Adisu conduit un taxi, sans vraiment trop y croire, prenant d'intenses respirations existentielles afin de repenser au fil brisé de son existence.
Dans les années 1970, la guerre fait rage dans son Éthiopie natale... alors qu'il y menait une existence sereine de jeune pécheur, un art qui lui fut inculqué par son bienveillant grand-père, un jour l'enfer s'abat sur son village, sur les siens. Ils s'en sort de justesse, mais perd une bonne partie de son audition. Dans cet état de choc, privé de l'un de ses sens, il marche à travers le désert, passe de frontière en frontière. 40 ans plus tard, souvent mis à mal par un patron abusif, Adisu se rappelle souvent à ce long chemin. Il "(re)compte" les pas effectués.
L'éclat furtif de l'ombre, long-métrage belgo-allemand, a été réalisé par Alain-Pascal Housiaux et Patrick Dechesne (ils ont officié sur Visage de Tsaï Ming-Liang et le très beau Téza de Hailé Gérima), avec une incroyable retenue.
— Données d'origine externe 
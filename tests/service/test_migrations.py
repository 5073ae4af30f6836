"""The migrated schema is the schema of the code."""

from alembic.autogenerate import compare_metadata
from alembic.migration import MigrationContext
from sqlalchemy import inspect

from support.databases import DatabaseMaker
from sweepmill_service.database import open_database
from sweepmill_service.migrations import migrate, schema_is_current
from sweepmill_service.schema import metadata


def test_migrating_an_empty_database_gives_exactly_the_schema_of_the_code(make_database: DatabaseMaker) -> None:
    with make_database(migrated=False) as url:
        engine = open_database(url)
        assert not schema_is_current(engine)
        migrate(engine)
        assert schema_is_current(engine)
        with engine.connect() as connection:
            context = MigrationContext.configure(connection, opts={"compare_type": True})
            assert compare_metadata(context, metadata) == []
        engine.dispose()


def test_migrating_twice_changes_nothing(make_database: DatabaseMaker) -> None:
    with make_database(migrated=False) as url:
        engine = open_database(url)
        migrate(engine)
        tables = inspect(engine).get_table_names()
        migrate(engine)
        assert inspect(engine).get_table_names() == tables
        engine.dispose()
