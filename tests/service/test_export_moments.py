"""Moments of many totals at once are those of one total at a time, to the last bit."""

import numpy as np
from hypothesis import given, settings
from hypothesis import strategies as st

from sweepmill.accumulate import Accumulator
from sweepmill.coordinates import Coordinate
from sweepmill.statistics import summarize
from sweepmill_service.export.moments import moments_of


def total(seed: int, count: int, coordinates: int, components: int, largest: int) -> Accumulator:
    values = np.random.default_rng(seed).integers(-largest, largest + 1, (count, coordinates, components))
    readings = values[:, :, :1] % 5 if components == 1 else None
    return Accumulator.from_values(values, 3, readings)


TOTALS = st.builds(
    total,
    seed=st.integers(0, 2**32 - 1),
    count=st.sampled_from([1, 2, 3, 40, 90]),
    coordinates=st.sampled_from([1, 2, 9, 257]),
    components=st.sampled_from([1, 2]),
    largest=st.sampled_from([0, 1, 40, 2**20, 2**30, 2**55]),
)


@settings(deadline=None, max_examples=60)
@given(st.lists(TOTALS, min_size=1, max_size=8), st.sampled_from([1, 2, 6, 2**28]))
def test_moments_of_many_totals_are_those_of_each(totals: list[Accumulator], scale: int) -> None:
    places = [(Coordinate(None, None, scale),) * one.coordinates for one in totals]
    together = moments_of([(one.to_bytes(), place) for one, place in zip(totals, places, strict=True)])
    for one, place, moments in zip(totals, places, together, strict=True):
        alone = [(m.mean, m.standard_error, m.variance, m.minimum, m.maximum) for m in summarize(one, place)]
        assert np.array(alone).tobytes() == np.ascontiguousarray(moments).tobytes() or (
            repr(alone) == repr([tuple(row) for row in moments.tolist()])  # nan has many spellings
        )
Film suggestif, cinéma d'errance, gardant plus le focus sur des visages et des moments quasi "oniriques", ce voyage au plus profond d'une âme humaine laisse l'explicite au vestiaire, se joue de la déconstruction narrative, et prend parfois un moment de flottement pour nous montrer en gros plans (magnifiques) le visage d'Adisu âgé (interprété par Joseph Farroul).
Si l'ombre de la guerre et de Mangistu (tout comme dans Terza) planent, nous n'en percevons que l'éclat furtif, afin de ne jamais abandonner le personnage principal.